[Records contained in a dataset]
.....
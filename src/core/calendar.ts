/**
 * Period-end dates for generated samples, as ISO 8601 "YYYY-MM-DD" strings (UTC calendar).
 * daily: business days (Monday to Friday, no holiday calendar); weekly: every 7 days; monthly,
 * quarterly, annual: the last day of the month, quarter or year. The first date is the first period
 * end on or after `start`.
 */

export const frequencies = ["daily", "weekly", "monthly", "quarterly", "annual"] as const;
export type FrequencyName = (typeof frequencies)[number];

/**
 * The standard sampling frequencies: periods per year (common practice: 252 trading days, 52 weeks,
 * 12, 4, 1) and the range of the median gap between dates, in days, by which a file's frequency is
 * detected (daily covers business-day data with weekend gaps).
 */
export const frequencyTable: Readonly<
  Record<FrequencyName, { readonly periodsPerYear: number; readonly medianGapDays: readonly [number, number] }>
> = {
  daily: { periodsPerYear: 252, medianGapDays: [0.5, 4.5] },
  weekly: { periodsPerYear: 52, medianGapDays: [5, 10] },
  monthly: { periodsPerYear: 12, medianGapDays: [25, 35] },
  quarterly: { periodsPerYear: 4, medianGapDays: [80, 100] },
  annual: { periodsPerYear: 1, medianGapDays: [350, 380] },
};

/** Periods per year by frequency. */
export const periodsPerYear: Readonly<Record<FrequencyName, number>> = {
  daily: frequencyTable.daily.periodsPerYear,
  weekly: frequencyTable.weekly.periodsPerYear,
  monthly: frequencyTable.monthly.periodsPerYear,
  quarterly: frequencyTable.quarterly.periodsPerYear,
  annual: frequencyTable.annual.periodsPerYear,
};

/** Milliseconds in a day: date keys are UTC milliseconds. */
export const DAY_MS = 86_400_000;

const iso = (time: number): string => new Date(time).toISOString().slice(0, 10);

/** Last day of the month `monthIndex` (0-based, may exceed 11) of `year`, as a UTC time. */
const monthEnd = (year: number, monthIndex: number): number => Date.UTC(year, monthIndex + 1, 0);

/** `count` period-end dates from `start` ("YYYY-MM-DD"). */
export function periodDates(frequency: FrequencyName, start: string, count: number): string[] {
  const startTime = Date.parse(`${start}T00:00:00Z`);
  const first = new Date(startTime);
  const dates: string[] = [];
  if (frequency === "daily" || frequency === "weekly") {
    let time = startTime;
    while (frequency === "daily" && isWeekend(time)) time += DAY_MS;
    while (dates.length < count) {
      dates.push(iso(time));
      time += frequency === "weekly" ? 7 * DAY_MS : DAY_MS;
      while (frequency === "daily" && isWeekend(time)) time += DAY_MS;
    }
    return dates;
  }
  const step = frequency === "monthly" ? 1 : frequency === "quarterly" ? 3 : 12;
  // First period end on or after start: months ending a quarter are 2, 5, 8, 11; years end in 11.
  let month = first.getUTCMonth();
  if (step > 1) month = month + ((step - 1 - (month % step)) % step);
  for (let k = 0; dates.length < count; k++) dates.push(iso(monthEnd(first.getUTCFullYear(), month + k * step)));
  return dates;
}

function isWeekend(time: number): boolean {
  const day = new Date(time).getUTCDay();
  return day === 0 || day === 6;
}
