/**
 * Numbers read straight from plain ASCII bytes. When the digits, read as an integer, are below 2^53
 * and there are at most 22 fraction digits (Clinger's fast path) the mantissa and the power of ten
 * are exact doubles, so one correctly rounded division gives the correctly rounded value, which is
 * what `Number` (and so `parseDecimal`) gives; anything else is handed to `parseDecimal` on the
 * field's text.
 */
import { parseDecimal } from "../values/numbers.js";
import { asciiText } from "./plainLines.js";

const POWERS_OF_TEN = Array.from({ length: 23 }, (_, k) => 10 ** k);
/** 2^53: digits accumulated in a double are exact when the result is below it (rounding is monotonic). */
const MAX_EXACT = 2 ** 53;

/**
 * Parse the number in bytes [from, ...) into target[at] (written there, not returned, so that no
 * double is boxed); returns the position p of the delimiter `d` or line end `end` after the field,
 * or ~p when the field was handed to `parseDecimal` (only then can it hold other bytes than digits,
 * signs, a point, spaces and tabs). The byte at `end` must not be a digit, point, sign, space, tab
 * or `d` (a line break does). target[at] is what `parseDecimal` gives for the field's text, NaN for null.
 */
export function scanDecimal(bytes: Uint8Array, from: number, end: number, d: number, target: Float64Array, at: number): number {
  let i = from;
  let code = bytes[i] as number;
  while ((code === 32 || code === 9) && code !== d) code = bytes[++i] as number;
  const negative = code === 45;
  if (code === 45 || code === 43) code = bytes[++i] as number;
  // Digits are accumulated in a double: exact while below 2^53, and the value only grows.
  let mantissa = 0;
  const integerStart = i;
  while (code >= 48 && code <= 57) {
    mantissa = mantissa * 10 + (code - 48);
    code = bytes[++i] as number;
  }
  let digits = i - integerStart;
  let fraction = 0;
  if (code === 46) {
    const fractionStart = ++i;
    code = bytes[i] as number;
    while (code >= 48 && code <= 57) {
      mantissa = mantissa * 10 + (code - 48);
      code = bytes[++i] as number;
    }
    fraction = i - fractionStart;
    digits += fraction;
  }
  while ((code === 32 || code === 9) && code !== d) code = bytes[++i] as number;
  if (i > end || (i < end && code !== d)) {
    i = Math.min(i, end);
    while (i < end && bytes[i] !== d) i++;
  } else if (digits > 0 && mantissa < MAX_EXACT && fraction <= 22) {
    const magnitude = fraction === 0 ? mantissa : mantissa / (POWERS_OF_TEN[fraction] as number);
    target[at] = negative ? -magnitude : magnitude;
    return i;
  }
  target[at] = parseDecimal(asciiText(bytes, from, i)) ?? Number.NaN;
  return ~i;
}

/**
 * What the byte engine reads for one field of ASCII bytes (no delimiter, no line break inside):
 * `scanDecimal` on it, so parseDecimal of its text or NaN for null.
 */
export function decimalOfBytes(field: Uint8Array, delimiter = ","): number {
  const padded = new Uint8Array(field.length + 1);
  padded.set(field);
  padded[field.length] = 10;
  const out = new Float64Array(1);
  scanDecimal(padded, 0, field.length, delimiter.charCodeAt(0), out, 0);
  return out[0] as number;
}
.....
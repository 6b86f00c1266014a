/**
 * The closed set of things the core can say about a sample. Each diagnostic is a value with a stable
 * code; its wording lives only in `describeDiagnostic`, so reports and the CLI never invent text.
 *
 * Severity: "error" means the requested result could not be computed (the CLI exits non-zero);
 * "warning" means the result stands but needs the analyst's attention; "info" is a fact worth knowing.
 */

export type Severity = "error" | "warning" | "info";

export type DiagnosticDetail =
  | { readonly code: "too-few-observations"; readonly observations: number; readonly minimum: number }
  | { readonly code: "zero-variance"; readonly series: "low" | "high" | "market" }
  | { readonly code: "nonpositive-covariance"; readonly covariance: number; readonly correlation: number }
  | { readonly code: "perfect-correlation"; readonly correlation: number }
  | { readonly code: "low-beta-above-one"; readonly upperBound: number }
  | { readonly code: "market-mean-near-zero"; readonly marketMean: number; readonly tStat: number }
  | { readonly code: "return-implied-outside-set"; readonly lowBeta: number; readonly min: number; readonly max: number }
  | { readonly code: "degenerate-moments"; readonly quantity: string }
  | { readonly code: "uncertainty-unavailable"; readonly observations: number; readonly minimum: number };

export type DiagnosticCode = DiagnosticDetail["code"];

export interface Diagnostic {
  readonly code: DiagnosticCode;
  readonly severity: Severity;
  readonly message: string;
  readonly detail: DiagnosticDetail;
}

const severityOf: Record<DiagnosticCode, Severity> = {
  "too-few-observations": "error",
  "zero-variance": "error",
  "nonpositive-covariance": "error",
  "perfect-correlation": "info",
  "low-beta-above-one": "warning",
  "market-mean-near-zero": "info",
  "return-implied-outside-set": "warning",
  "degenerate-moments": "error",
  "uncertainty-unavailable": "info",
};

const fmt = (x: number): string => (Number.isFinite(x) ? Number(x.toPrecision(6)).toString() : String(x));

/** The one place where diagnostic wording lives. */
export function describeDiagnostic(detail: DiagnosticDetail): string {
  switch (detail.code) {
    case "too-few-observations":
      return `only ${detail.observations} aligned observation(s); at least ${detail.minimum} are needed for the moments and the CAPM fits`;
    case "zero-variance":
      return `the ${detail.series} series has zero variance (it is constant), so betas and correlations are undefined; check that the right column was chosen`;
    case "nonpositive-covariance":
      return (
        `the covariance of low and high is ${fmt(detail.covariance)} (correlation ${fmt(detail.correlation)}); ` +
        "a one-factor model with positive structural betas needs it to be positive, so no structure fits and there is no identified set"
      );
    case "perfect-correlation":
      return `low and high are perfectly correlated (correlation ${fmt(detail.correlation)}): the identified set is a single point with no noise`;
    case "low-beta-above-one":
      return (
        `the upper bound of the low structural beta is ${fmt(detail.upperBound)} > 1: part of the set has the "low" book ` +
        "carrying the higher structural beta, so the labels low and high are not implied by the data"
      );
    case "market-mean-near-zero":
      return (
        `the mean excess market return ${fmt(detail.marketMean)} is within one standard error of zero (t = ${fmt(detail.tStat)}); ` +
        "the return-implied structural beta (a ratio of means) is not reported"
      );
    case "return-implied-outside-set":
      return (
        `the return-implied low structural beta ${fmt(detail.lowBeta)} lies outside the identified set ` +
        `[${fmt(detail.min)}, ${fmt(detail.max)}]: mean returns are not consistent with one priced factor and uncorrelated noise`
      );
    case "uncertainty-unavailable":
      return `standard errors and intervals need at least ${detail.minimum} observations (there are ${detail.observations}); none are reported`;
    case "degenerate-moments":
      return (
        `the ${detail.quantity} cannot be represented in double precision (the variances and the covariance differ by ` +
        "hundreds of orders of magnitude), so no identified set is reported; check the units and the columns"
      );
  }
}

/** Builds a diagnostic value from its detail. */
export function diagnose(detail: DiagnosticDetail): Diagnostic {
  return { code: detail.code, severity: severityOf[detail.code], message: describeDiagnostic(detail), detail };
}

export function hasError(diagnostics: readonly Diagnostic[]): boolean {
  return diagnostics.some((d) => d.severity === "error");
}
.....
*What you should do*: Retype the records above, but only those lines that fall between the line containing "repository 6b86f00c1266014a" and the line containing "CLI exits non-zero);", with both of those lines included, exactly as written.

*Task output*:
repository 6b86f00c1266014a
/**
 * The closed set of things the core can say about a sample. Each diagnostic is a value with a stable
 * code; its wording lives only in `describeDiagnostic`, so reports and the CLI never invent text.
 *
 * Severity: "error" means the requested result could not be computed (the CLI exits non-zero);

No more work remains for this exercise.